▶ [Goal of the exercise] Run through the records and, wherever a line holds the word "SCHEDULES", return that line.

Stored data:
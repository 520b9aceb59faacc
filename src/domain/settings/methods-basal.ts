import { methodTable, type Method } from "./method";

const KING_ADA_2019 = "King, ADA 2019, abstract 1108-P";
const KING_2012_DIABETES = "King 2012, Diabetes Technol Ther, dia.2012.0104";
const ISPAD_INSULIN_CHAPTER = "ISPAD insulin chapter";
const UPTODATE_TABLE = "UpToDate table";

/**
 * Basal insulin of a day: settings.md 1.3. U a day; the sources disagree by design.
 */
export const BASAL_METHODS: ReadonlyArray<Method> = methodTable("basal", [
  ["basal-0.50", "0.50 of the total daily dose", [{ constant: 0.5, times: ["totalDailyDose"] }], "adult",
    "UK insulin pump workbook; UK pump e-learning; Imperial College pump checklist", "R"],
  ["basal-0.40", "0.40 of the total daily dose", [{ constant: 0.4, times: ["totalDailyDose"] }], "adult",
    "family-practice notebook page; low end of 0.40 to 0.50 in leaflets", "R"],
  ["basal-0.60", "0.60 of the total daily dose, high end of 0.40 to 0.60", [{ constant: 0.6, times: ["totalDailyDose"] }], "adult",
    "Walsh and Roberts, publisher's page", "R"],
  ["basal-0.476", "0.476 of the total daily dose", [{ constant: 0.476, times: ["totalDailyDose"] }], "adult",
    "Walsh 2010, J Diabetes Sci Technol 4:1174", "S"],
  ["basal-0.48", "0.48 of the total daily dose", [{ constant: 0.48, times: ["totalDailyDose"] }], "adult", "Davidson 2003", "S"],
  ["basal-0.47", "0.47 of the total daily dose", [{ constant: 0.47, times: ["totalDailyDose"] }], "adult", "Davidson 2008", "S"],
  ["basal-0.30", "0.30 of the total daily dose, low end of 0.30 to 0.40", [{ constant: 0.3, times: ["totalDailyDose"] }], "adult",
    "King and Kuroda 2016, Curr Diab Rep, PMC4960276", "A"],
  ["basal-0.345", "0.345 of the total daily dose", [{ constant: 0.345, times: ["totalDailyDose"] }], "adult", KING_ADA_2019, "A"],
  ["basal-0.232-per-kg", "0.232 U for each kg", [{ constant: 0.232, times: ["weightKg"] }], "adult", KING_ADA_2019, "A"],
  ["basal-0.2-per-kg", "0.2 U for each kg", [{ constant: 0.2, times: ["weightKg"] }], "adult", "family-practice notebook page", "R"],
  ["basal-0.339-type-2", "0.339 of the total daily dose", [{ constant: 0.339, times: ["totalDailyDose"] }], "type-2", KING_2012_DIABETES, "A"],
  ["basal-0.226-per-kg-type-2", "0.226 U for each kg", [{ constant: 0.226, times: ["weightKg"] }], "type-2", KING_2012_DIABETES, "A"],
  ["basal-0.30-child", "0.30 of the total daily dose, low end of 0.30 to 0.50", [{ constant: 0.3, times: ["totalDailyDose"] }], "child",
    ISPAD_INSULIN_CHAPTER, "M"],
  ["basal-0.50-child", "0.50 of the total daily dose, high end of 0.30 to 0.50", [{ constant: 0.5, times: ["totalDailyDose"] }], "child",
    ISPAD_INSULIN_CHAPTER, "M"],
  ["basal-0.38-child", "0.38 of the total daily dose, as measured before puberty", [{ constant: 0.38, times: ["totalDailyDose"] }], "child",
    "Hanas and Andersson 2017, PMC5478012", "A"],
  ["basal-0.40-growth", "0.40 of the total daily dose in a growth phase", [{ constant: 0.4, times: ["totalDailyDose"] }], "child",
    UPTODATE_TABLE, "R"],
  ["basal-0.60-low-carbohydrate", "0.60 of the total daily dose on few carbohydrates", [{ constant: 0.6, times: ["totalDailyDose"] }], "child",
    UPTODATE_TABLE, "R"],
]);
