import { exactDailyBasalMilliUnits } from "./basal-total";
import { CHECK_LIMITS, CHECK_TEXTS, fillText, type Check, type CheckCode, type Severity } from "./check-texts";
import { clockText } from "./clock-text";
import { toNumber } from "./fraction";
import type { SettingsProfile } from "./profile";
import { blockAt, scheduleFault } from "./schedule";

/** What is known beside the profile. Doses in U a day, steps and recent doses in milli-units. */
export type CheckFacts = Readonly<{
  totalDailyDoseUnits: number | null;
  weightKg: number | null;
  basalStepMilliUnits: number;
  bolusStepMilliUnits: number;
  largestRecentBolusMilliUnits: number | null;
}>;

const SCHEDULES = ["basal", "carbRatio", "sensitivity", "target"] as const;

function check(code: CheckCode, severity: Severity, values: Record<string, string | number> = {}): Check {
  return { code, severity, text: fillText(CHECK_TEXTS[code], values) };
}

const oneDecimal = (value: number) => value.toFixed(1);
const units = (milliUnits: number) => String(milliUnits / 1000);

function doseChecks(profile: SettingsProfile, { totalDailyDoseUnits, weightKg }: CheckFacts): Check[] {
  if (totalDailyDoseUnits === null) return [];
  const { basalSharePercent, dailyDoseUnits, dailyDoseUnitsPerKg } = CHECK_LIMITS;
  const found: Check[] = [];
  // Milli-units over units x 10 is a percentage.
  const sharePercent = toNumber(exactDailyBasalMilliUnits(profile.basal)) / (totalDailyDoseUnits * 10);
  if (sharePercent < basalSharePercent.low || sharePercent > basalSharePercent.high) {
    found.push(check("basal-share", "asks", { percent: oneDecimal(sharePercent) }));
  }
  if (totalDailyDoseUnits < dailyDoseUnits.low || totalDailyDoseUnits > dailyDoseUnits.high) {
    found.push(check("dose-outside-span", "asks", { units: totalDailyDoseUnits }));
  }
  if (weightKg === null) return found;
  const perKg = totalDailyDoseUnits / weightKg;
  if (perKg < dailyDoseUnitsPerKg.low || perKg > dailyDoseUnitsPerKg.high) {
    found.push(check("dose-for-weight", "asks", { units: perKg.toFixed(2) }));
  }
  return found;
}

/** Compares sensitivity with ratio wherever one of them starts a new block; says the first place only. */
function pairChecks({ carbRatio, sensitivity }: SettingsProfile): Check[] {
  const { low, high } = CHECK_LIMITS.sensitivityOverRatio;
  const starts = [...carbRatio, ...sensitivity].map((block) => block.startMinute).toSorted((a, b) => a - b);
  for (const minute of starts) {
    const mgDlPerUnit = blockAt(sensitivity, minute).microMgDlPerUnit / 1_000_000;
    const quotient = mgDlPerUnit / (blockAt(carbRatio, minute).milligramsPerUnit / 1000);
    if (quotient < low || quotient > high) {
      return [check("ratio-sensitivity", "asks", { time: clockText(minute), times: oneDecimal(quotient) })];
    }
  }
  return [];
}

function limitChecks({ basal, limits }: SettingsProfile, facts: CheckFacts): Check[] {
  const found: Check[] = [];
  const { maxBasalMilliUnitsPerHour: maxBasal, maxBolusMilliUnits: maxBolus } = limits;
  const largestRate = Math.max(...basal.map((block) => block.milliUnitsPerHour));
  if (maxBasal !== null && maxBasal < largestRate) {
    found.push(check("limit-below-basal", "blocks", { limit: units(maxBasal), rate: units(largestRate) }));
  }
  if (maxBolus === null) {
    found.push(check("limit-open", "asks"));
  } else if (facts.largestRecentBolusMilliUnits !== null && maxBolus > facts.largestRecentBolusMilliUnits) {
    const recent = units(facts.largestRecentBolusMilliUnits);
    found.push(check("limit-above-recent", "asks", { limit: units(maxBolus), recent }));
  }
  return found;
}

function stepChecks({ basal, limits }: SettingsProfile, facts: CheckFacts): Check[] {
  const found: Check[] = [];
  for (const { startMinute, milliUnitsPerHour } of basal) {
    if (milliUnitsPerHour % facts.basalStepMilliUnits === 0) continue;
    const values = { time: clockText(startMinute), rate: units(milliUnitsPerHour) };
    found.push(check("basal-off-step", "blocks", { ...values, step: units(facts.basalStepMilliUnits) }));
  }
  const { maxBolusMilliUnits } = limits;
  if (maxBolusMilliUnits !== null && maxBolusMilliUnits % facts.bolusStepMilliUnits !== 0) {
    const values = { limit: units(maxBolusMilliUnits), step: units(facts.bolusStepMilliUnits) };
    found.push(check("limit-off-step", "blocks", values));
  }
  if (basal.some((block) => block.milliUnitsPerHour === 0)) found.push(check("basal-zero", "asks"));
  return found;
}

/**
 * The checks of a review: what blocks, what a reader is asked to look at, what
 * is only said. The text on ketones and sites always comes with them, because
 * settings that are too weak carry a risk of their own (settings.md 3.2).
 */
export function checkProfile(profile: SettingsProfile, facts: CheckFacts): Check[] {
  const gaps = SCHEDULES.flatMap((name) => {
    const fault = scheduleFault(profile[name]);
    return fault ? [check("day-not-covered", "blocks", { schedule: name, why: fault.text })] : [];
  });
  const always = check("ketones-and-site", "informs");
  if (gaps.length > 0) return [...gaps, always];
  return [
    ...stepChecks(profile, facts),
    ...limitChecks(profile, facts),
    ...doseChecks(profile, facts),
    ...pairChecks(profile),
    always,
  ];
}
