import type { GlucoseUnit } from "@/domain/units";
import { FLAT_SHAPE, spreadDailyBasal } from "./basal-shape";
import { fractionOf, times, toNumber, type Fraction } from "./fraction";
import { valueOfMethod } from "./methods";
import type { SettingsProfile } from "./profile";
import { roundToStep, weakerRounding } from "./rounding";
import { microMgDl, STARTING_RULES, startingCarbRatio, startingSensitivity } from "./starting-rules";
import { startingTarget } from "./starting-target";

export type PresetOptions = Readonly<{
  hypoProne: boolean;
  isOlderOrRenal: boolean;
  insulinStepMilliUnits: number;
  glucoseUnit: GlucoseUnit;
  largestRecentBolusUnits: number | null;
  largestRecentBasalUnitsPerHour: number | null;
}>;

/** The largest recent dose as a limit in milli-units, down to the device's step. */
function cap(largestUnits: number | null, stepMilliUnits: number): number | null {
  if (largestUnits === null) return null;
  const milliUnits = times(fractionOf(largestUnits), fractionOf(1000));
  return toNumber(roundToStep(milliUnits, weakerRounding("limits", fractionOf(stepMilliUnits))));
}

/**
 * A starting profile for a total daily dose, every number rounded to its weaker
 * side: basal 0.40 of the dose, flat, down to the pump's step; ratio, sensitivity,
 * target and duration as in settings.md 3.2. Limits are the largest recent doses
 * (the idea: Burnside 2020 protocol, read), or none where they are not known.
 *
 * @param totalDailyDose in U a day, above zero
 */
export function presetProfile(totalDailyDose: Fraction, options: PresetOptions): SettingsProfile {
  const { glucoseUnit, insulinStepMilliUnits } = options;
  const basalDaily = valueOfMethod(STARTING_RULES.basal, { totalDailyDose });
  const gramsPerUnit = startingCarbRatio(totalDailyDose).rounded;
  const sensitivity = startingSensitivity(totalDailyDose, options).rounded;
  const duration = options.isOlderOrRenal ? STARTING_RULES.durationOlderOrRenal : STARTING_RULES.duration;
  return {
    basal: spreadDailyBasal(basalDaily, FLAT_SHAPE, insulinStepMilliUnits),
    carbRatio: [{ startMinute: 0, milligramsPerUnit: toNumber(times(gramsPerUnit, fractionOf(1000))) }],
    sensitivity: [{ startMinute: 0, microMgDlPerUnit: toNumber(microMgDl(sensitivity, glucoseUnit)) }],
    target: [{ startMinute: 0, ...startingTarget(glucoseUnit) }],
    durationOfActionMinutes: toNumber(valueOfMethod(duration, {})),
    limits: {
      maxBasalMilliUnitsPerHour: cap(options.largestRecentBasalUnitsPerHour, insulinStepMilliUnits),
      maxBolusMilliUnits: cap(options.largestRecentBolusUnits, insulinStepMilliUnits),
      maxInsulinOnBoardMilliUnits: null,
    },
    features: [],
  };
}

▶ [Your solution]
const SCHEDULES = ["basal", "carbRatio", "sensitivity", "target"] as const;
  const gaps = SCHEDULES.flatMap((name) => {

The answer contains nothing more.